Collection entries
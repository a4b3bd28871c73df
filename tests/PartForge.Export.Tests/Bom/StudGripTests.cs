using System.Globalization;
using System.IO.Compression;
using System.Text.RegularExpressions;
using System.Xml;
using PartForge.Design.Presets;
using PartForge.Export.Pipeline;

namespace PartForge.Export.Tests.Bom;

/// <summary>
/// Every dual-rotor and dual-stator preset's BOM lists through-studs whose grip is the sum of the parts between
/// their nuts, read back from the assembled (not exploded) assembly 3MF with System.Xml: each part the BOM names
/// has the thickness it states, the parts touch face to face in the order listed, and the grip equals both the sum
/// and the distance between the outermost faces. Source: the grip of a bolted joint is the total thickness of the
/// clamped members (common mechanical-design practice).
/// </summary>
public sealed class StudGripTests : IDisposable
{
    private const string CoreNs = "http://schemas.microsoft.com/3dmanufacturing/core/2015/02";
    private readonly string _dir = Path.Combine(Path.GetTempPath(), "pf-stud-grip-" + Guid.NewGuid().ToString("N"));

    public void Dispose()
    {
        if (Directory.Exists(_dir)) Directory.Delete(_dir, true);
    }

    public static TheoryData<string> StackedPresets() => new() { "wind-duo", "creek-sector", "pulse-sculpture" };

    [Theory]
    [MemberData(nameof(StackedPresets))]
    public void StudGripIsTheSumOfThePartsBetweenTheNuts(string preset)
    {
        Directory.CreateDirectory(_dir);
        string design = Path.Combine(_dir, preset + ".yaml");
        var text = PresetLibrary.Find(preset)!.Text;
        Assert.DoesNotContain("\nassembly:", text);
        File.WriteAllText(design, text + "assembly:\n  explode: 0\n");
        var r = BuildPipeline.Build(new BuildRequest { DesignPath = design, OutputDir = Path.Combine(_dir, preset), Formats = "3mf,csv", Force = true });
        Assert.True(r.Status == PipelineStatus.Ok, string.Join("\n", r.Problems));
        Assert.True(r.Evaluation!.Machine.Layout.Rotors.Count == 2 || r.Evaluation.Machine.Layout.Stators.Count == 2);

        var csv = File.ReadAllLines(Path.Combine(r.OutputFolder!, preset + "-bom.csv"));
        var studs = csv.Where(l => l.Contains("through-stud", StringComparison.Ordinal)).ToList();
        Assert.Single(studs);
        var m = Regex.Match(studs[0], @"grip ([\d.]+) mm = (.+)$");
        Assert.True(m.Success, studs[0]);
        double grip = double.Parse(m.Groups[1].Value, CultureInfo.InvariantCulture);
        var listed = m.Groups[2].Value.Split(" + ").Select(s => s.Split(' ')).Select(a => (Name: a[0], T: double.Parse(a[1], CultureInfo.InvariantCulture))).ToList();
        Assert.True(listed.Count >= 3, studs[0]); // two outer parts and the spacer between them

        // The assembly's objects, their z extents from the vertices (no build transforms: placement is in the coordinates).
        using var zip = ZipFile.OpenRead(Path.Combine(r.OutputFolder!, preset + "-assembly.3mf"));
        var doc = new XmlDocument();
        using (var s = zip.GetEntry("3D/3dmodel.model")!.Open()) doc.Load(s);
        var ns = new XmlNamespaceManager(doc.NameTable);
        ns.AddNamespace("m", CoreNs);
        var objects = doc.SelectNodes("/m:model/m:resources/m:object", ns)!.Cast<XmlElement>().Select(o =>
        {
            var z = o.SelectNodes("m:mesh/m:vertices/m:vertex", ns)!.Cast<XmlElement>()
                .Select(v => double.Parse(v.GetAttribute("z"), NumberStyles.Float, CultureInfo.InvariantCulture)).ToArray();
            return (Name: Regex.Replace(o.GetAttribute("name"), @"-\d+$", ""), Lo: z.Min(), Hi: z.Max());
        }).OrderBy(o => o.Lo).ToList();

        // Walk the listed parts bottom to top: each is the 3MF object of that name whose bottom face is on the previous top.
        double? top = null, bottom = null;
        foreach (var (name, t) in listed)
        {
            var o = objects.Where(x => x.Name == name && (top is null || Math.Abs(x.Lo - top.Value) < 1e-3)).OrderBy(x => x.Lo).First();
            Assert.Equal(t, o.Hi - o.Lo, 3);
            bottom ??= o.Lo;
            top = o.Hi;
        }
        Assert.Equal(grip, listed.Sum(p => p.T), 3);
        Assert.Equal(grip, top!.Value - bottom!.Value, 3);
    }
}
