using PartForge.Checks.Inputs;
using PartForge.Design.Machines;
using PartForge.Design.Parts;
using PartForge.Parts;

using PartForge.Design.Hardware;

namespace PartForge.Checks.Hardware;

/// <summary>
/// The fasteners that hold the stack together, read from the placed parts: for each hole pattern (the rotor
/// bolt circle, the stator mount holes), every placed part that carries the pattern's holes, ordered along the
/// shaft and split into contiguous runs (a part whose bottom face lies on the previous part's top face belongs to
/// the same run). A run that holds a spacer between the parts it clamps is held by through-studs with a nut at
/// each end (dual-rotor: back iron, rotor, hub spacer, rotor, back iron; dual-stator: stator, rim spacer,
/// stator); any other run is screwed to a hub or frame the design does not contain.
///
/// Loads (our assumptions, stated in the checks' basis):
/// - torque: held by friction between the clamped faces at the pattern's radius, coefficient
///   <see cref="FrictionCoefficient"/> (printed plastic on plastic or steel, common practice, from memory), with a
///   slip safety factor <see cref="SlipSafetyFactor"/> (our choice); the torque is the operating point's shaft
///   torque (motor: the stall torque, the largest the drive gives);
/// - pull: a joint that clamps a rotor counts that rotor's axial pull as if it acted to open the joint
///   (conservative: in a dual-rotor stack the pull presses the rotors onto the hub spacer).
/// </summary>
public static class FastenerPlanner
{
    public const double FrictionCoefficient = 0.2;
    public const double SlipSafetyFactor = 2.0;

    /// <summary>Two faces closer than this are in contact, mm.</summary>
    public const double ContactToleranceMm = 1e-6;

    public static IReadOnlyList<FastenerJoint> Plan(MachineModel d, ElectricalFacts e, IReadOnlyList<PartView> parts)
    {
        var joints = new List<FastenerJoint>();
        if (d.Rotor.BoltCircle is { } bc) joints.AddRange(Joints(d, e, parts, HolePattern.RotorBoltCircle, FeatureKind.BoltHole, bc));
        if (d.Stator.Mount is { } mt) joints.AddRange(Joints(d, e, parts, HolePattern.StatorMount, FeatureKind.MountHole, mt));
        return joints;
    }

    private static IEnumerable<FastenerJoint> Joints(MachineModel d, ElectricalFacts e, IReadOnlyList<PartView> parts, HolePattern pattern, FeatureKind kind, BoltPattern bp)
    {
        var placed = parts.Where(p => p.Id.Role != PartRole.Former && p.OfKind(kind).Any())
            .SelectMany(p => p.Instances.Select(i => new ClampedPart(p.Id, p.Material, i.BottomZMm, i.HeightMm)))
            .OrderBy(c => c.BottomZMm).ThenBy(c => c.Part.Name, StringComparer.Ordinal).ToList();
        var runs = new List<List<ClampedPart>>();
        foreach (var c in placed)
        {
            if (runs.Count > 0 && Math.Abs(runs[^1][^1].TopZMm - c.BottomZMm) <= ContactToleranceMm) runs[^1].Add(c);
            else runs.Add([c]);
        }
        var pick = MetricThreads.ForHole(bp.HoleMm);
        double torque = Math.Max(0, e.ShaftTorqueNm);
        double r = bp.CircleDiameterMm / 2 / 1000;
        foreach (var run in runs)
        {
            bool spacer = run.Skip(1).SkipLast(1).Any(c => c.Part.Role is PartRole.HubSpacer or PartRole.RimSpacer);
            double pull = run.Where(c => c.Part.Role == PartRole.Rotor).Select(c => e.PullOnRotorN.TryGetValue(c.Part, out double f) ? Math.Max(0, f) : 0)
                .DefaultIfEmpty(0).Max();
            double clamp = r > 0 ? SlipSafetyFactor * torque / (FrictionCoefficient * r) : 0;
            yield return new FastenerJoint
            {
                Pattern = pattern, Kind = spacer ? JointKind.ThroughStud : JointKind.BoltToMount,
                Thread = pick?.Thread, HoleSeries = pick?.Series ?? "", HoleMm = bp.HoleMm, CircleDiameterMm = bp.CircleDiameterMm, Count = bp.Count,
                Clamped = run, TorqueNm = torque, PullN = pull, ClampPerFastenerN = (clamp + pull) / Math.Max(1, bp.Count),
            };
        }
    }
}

> [Exercise prompt]: Of the lines in the data, report each one containing the string "pull".

> [Solution]:
/// - pull: a joint that clamps a rotor counts that rotor's axial pull as if it acted to open the joint
///   (conservative: in a dual-rotor stack the pull presses the rotors onto the hub spacer).
            double pull = run.Where(c => c.Part.Role == PartRole.Rotor).Select(c => e.PullOnRotorN.TryGetValue(c.Part, out double f) ? Math.Max(0, f) : 0)
                Clamped = run, TorqueNm = torque, PullN = pull, ClampPerFastenerN = (clamp + pull) / Math.Max(1, bp.Count),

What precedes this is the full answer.